DiffDetector

DiffDetector(max_diff=np.inf, direction='both')

Detect sudden shifts in data, irrespective of time axis.

Parameters

Name Type Description Default
max_diff float Maximum change threshold between consecutive points. np.inf
direction (both, positive, negative) Direction of change to detect. ‘positive’ detects only increases, ‘negative’ detects only decreases, ‘both’ detects changes in either direction. 'both'

See Also

GradientDetector : Similar functionality but considers actual time between data points.

Methods

Name Description
detect Detect anomalies
fit Set detector parameters based on data.
save Save a detector for later use.
validate Check that input data is in correct format and possibly adjust.

detect

DiffDetector.detect(data)

Detect anomalies

Parameters

Name Type Description Default
data Union[pd.Series, pd.DataFrame] Time series data with possible anomalies required

Returns

Name Type Description
pd.Series or pd.DataFrame Time series with bools, True == anomaly.

fit

DiffDetector.fit(data)

Set detector parameters based on data.

Parameters

Name Type Description Default
data Union[pd.Series, pd.DataFrame] Normal (non-anomalous) time series data for training.

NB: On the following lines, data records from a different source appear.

/**
 * A cohort table (TSV or CSV), one row per recording (docs/design.md, "The cohort table"):
 * `subject`, `session` (optional), `group` (optional), `recording` (EDF path), `scoring`
 * (optional path; else the EDF+ annotations), `lights_off` and `lights_on` (optional, per
 * recording: a local clock time HH:MM or HH:MM:SS, or seconds from the recording start),
 * `positions` (optional path of the recording's electrode positions file, positions.ts), then
 * covariate columns kept typed. These column names are matched case-insensitively; covariate names are kept as written. Paths are relative
 * to the table's folder. 'n/a' and empty cells are missing.
 *
 * Every problem is collected and reported together (CohortError): unreadable file, missing
 * required columns, duplicate column names, ragged rows, empty subject or recording, duplicate
 * subject/session pairs, missing recording or scoring files, empty group cells when a group
 * column exists, and a subject given two different groups.
 *
 * With `rowProblems: 'per-recording'` (what ingest uses) the problems that concern one recording
 * only — a duplicate subject/session row (the later row), a recording or scoring file that is
 * missing or not a regular file (a folder, a FIFO) — do not stop the table: the row is kept with
 * `problem` set, so ingest can record it in ingest_errors and store the other recordings. Such
 * rows add no participant.
 */
import { readFile, stat } from 'node:fs/promises';
import path from 'node:path';
import { z } from 'zod';
import { cellValue, detectDelimiter, parseDelimited, parseNumber } from './delimited.ts';
import { columnKind, typedValue } from './typed-columns.ts';
import { ElectrodesFileError, readPositionsFile } from './positions.ts';
import type { CoordinateUnit, ElectrodeLayout } from '../../src/core/montage/electrodes-file.ts';
import type { Cohort, CohortProblem, CohortRecording, ColumnKind, LightsCell } from './types.ts';
import { CohortError } from './types.ts';

const RESERVED = ['subject', 'session', 'group', 'recording', 'scoring', 'lights_off', 'lights_on', 'positions'] as const;
const LIGHTS = ['lights_off', 'lights_on'] as const;

/** A lights cell: 'HH:MM' or 'HH:MM:SS' (24-hour local clock) or seconds (≥ 0) from the recording start; undefined when it is neither. */
function lightsCell(text: string): LightsCell | undefined {
  const m = /^(\d{1,2}):(\d\d)(?::(\d\d(?:\.\d+)?))?$/.exec(text.trim());
  if (m) {
    const [h, mi, s] = [Number(m[1]), Number(m[2]), Number(m[3] ?? 0)];
    return h < 24 && mi < 60 && s < 60 ? { clockS: h * 3600 + mi * 60 + s } : undefined;
  }
  const x = parseNumber(text);
  return x !== null && x >= 0 ? { fromStartS: x } : undefined;
}
const REQUIRED = ['subject', 'recording'] as const;
/** File checks (stat) in flight at once. */
const FILE_CHECKS_AT_ONCE = 32;

function rowSchema(hasGroup: boolean) {
  return z.object({
    subject: z.string({ error: 'subject is missing' }).min(1, { error: 'subject is empty' }),
    session: z.string().nullable(),
    group: hasGroup ? z.string({ error: 'group is empty (the table has a group column, so every row needs one)' }) : z.null(),
    recording: z.string({ error: 'recording path is empty' }).min(1, { error: 'recording path is empty' }),
    scoring: z.string().nullable(),
  });
}

export interface ReadCohortOptions {
  /** 'all-fatal' (default): every problem throws; 'per-recording': see the module comment. */
  rowProblems?: 'all-fatal' | 'per-recording';
  /** Unit of a `positions` file without a _coordsystem.json beside it (default mm). */
  positionsUnit?: CoordinateUnit;
}

/** Reads and validates a cohort table; throws CohortError listing every problem found. */
export async function readCohortTable(file: string, options: ReadCohortOptions = {}): Promise<Cohort> {
  const perRecording = options.rowProblems === 'per-recording';
  const abs = path.resolve(file);
  let text: string;
  try {
    text = await readFile(abs, 'utf8');
  } catch (e) {
    throw new CohortError(file, [
      { row: null, column: null, message: `cannot read the cohort table: ${(e as NodeJS.ErrnoException).code ?? (e as Error).message}` },
    ]);
  }
  let table;
  try {
    table = parseDelimited(text, detectDelimiter(abs, text));
  } catch (e) {
    throw new CohortError(file, [{ row: null, column: null, message: (e as Error).message }]);
  }

  const problems: CohortProblem[] = [];
  const names = table.header.map((h) => {
    const t = h.trim();
    const lower = t.toLowerCase();
    return (RESERVED as readonly string[]).includes(lower) ? lower : t;
  });
  const seen = new Set<string>();
  names.forEach((n, i) => {
    if (n === '') problems.push({ row: null, column: null, message: `header field ${i + 1} is empty` });
    else if (seen.has(n)) problems.push({ row: null, column: n, message: `column '${n}' appears twice in the header` });
    seen.add(n);
  });
  for (const req of REQUIRED) {
    if (!names.includes(req)) problems.push({ row: null, column: req, message: `required column '${req}' is missing (header: ${table.header.join(', ')})` });
  }
  if (table.rows.length === 0) problems.push({ row: null, column: null, message: 'the table has no data rows' });
  if (problems.length) throw new CohortError(file, problems);

  const col = (name: string) => names.indexOf(name);
  const hasGroup = col('group') >= 0;
  const covariateNames = names.filter((n) => !(RESERVED as readonly string[]).includes(n));
  const schema = rowSchema(hasGroup);
  const folder = path.dirname(abs);

  // Covariate kinds over all rows.
  const kinds = new Map<string, ColumnKind>();
  for (const name of covariateNames) kinds.set(name, columnKind(table.rows.map((r) => cellValue(r.cells[col(name)]))));

  const recordings: CohortRecording[] = [];
  // one read of each positions file, however many rows name it
  const positionFiles = new Map<string, Promise<ElectrodeLayout>>();
  const readPositions = async (
    abs: string,
    given: string,
    row: number,
    rec: CohortRecording,
    report: (p: CohortProblem & { column: string }) => void,
  ): Promise<void> => {
    let layout = positionFiles.get(abs);
    if (!layout) positionFiles.set(abs, (layout = readPositionsFile(abs, given, options.positionsUnit ?? 'mm')));
    try {
      rec.positions = await layout;
    } catch (e) {
      if (!(e instanceof ElectrodesFileError)) throw e;
      report({ row, column: 'positions', message: e.message });
    }
  };
  const pairRow = new Map<string, number>();
  const fileChecks: (() => Promise<void>)[] = [];
  const at = (cells: string[], name: string) => (col(name) >= 0 ? cellValue(cells[col(name)]) : null);

  table.rows.forEach((r, i) => {
    const row = i + 1;
    if (r.cells.length !== names.length) {
      problems.push({ row, column: null, message: `has ${r.cells.length} fields, the header has ${names.length} (line ${r.line})` });
      return;
    }
    const parsed = schema.safeParse({
      subject: at(r.cells, 'subject') ?? '',
      session: at(r.cells, 'session'),
      group: at(r.cells, 'group'),
      recording: at(r.cells, 'recording') ?? '',
      scoring: at(r.cells, 'scoring'),
    });
    if (!parsed.success) {
      for (const issue of parsed.error.issues) problems.push({ row, column: String(issue.path[0] ?? ''), message: issue.message });
      return;
    }
    const v = parsed.data;
    const recordingPath = path.resolve(folder, v.recording);
    const scoringPath = v.scoring === null ? null : path.resolve(folder, v.scoring);
    const covariates: Record<string, number | string | null> = {};
    for (const name of covariateNames) covariates[name] = typedValue(at(r.cells, name), kinds.get(name)!);
    const rec: CohortRecording = {
      row,
      subject: v.subject,
      session: v.session,
      group: hasGroup ? v.group : null,
      recordingPath,
      recordingAsGiven: v.recording,
      scoringPath,
      covariates,
    };
    recordings.push(rec);
    // a problem of this row alone: fatal, or kept on the row for ingest to record
    const rowProblem = (p: CohortProblem & { column: string }) => {
      if (!perRecording) problems.push(p);
      else rec.problem ??= { column: p.column, message: `cohort table row ${p.row}, column '${p.column}': ${p.message}` };
    };
    if (LIGHTS.some((n) => col(n) >= 0)) {
      const [off, on] = LIGHTS.map((n) => {
        const text = at(r.cells, n);
        const cell = text === null ? null : lightsCell(text);
        if (cell === undefined)
          rowProblem({ row, column: n, message: `'${text}' is neither a clock time (HH:MM or HH:MM:SS, 24-hour) nor seconds (≥ 0) from the recording start` });
        return cell ?? null;
      });
      rec.lights = { off, on };
    }

    const key = `${v.subject}\u0000${v.session ?? ''}`;
    const first = pairRow.get(key);
    if (first !== undefined) {
      rowProblem({
        row,
        column: 'subject',
        message: `subject '${v.subject}'${v.session === null ? ' (no session)' : ` session '${v.session}'`} is already in row ${first}`,
      });
    } else pairRow.set(key, row);

    fileChecks.push(() => checkFile(recordingPath, v.recording, row, 'recording', rowProblem));
    if (scoringPath !== null && v.scoring !== null) fileChecks.push(() => checkFile(scoringPath, v.scoring!, row, 'scoring', rowProblem));
    const positionsCell = at(r.cells, 'positions');
    if (positionsCell !== null) fileChecks.push(() => readPositions(path.resolve(folder, positionsCell), positionsCell, row, rec, rowProblem));
  });
  // a few checks at a time: a stat that fails holds an error with its stack, and a table of
  // 100,000 missing files must not hold 100,000 of them at once
  let nextCheck = 0;
  await Promise.all(
    Array.from({ length: Math.min(FILE_CHECKS_AT_ONCE, fileChecks.length) }, async () => {
      while (nextCheck < fileChecks.length) await fileChecks[nextCheck++]();
    }),
  );
  fileChecks.length = 0; // each check holds its row's scope
  positionFiles.clear();

  const participants = participantsOf(
    recordings.filter((r) => !r.problem),
    hasGroup,
    covariateNames,
    problems,
  );
  if (problems.length) {
    problems.sort((a, b) => (a.row ?? 0) - (b.row ?? 0));
    throw new CohortError(file, problems);
  }
  const columns = [
    { name: 'subject', kind: 'string' as const },
    ...(hasGroup ? [{ name: 'group', kind: 'string' as const }] : []),
    ...covariateNames.map((name) => ({ name, kind: kinds.get(name)! })),
  ];
  return { source: 'table', root: folder, recordings, columns, participants };
}

async function checkFile(abs: string, given: string, row: number, column: string, report: (p: CohortProblem & { column: string }) => void): Promise<void> {
  try {
    const s = await stat(abs);
    // a folder or a FIFO in place of the file: never opened (reading a FIFO would block)
    if (!s.isFile())
      report({
        row,
        column,
        message: `'${given}' is not a file but a ${s.isDirectory() ? 'folder' : s.isFIFO() ? 'FIFO (named pipe)' : 'special file'} (${abs})`,
      });
  } catch (e) {
    const code = (e as NodeJS.ErrnoException).code;
    report({
      row,
      column,
      message:
        code === 'ENOENT' || code === undefined
          ? `${column} file not found: '${given}' (${abs})`
          : `${column} file cannot be examined (${code}): '${given}' (${abs})`,
    });
  }
}

/**
 * One participant per subject, from the subject's first row. A subject in two groups is a
 * problem; covariates may differ between a subject's sessions (each recording keeps its own).
 */
function participantsOf(recordings: CohortRecording[], hasGroup: boolean, covariateNames: string[], problems: CohortProblem[]) {
  const bySubject = new Map<string, { row: number; record: Record<string, number | string | null> }>();
  for (const r of recordings) {
    const known = bySubject.get(r.subject);
    if (known) {
      if (hasGroup && known.record.group !== r.group) {
        problems.push({
          row: r.row,
          column: 'group',
          message: `subject '${r.subject}' is in group '${r.group}' here but in group '${known.record.group}' in row ${known.row}`,
        });
      }
      continue;
    }
    const record: Record<string, number | string | null> = { subject: r.subject };
    if (hasGroup) record.group = r.group;
    for (const name of covariateNames) record[name] = r.covariates[name];
    bySubject.set(r.subject, { row: r.row, record });
  }
  return [...bySubject.values()].map((v) => v.record);
}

If DataFrame, must contain exactly one column required

Returns

Name Type Description
Self

save

DiffDetector.save(path)

Save a detector for later use.

Parameters

Name Type Description Default
path str or Path File path to save the detector to. required

validate

DiffDetector.validate(data)

Check that input data is in correct format and possibly adjust.

Parameters

Name Type Description Default
data pd.Series or pd.DataFrame Input data to validate. required

Returns

Name Type Description
pd.DataFrame Validated data.

Raises

Name Type Description
WrongInputDataTypeError If data is not a pd.Series or pd.DataFrame.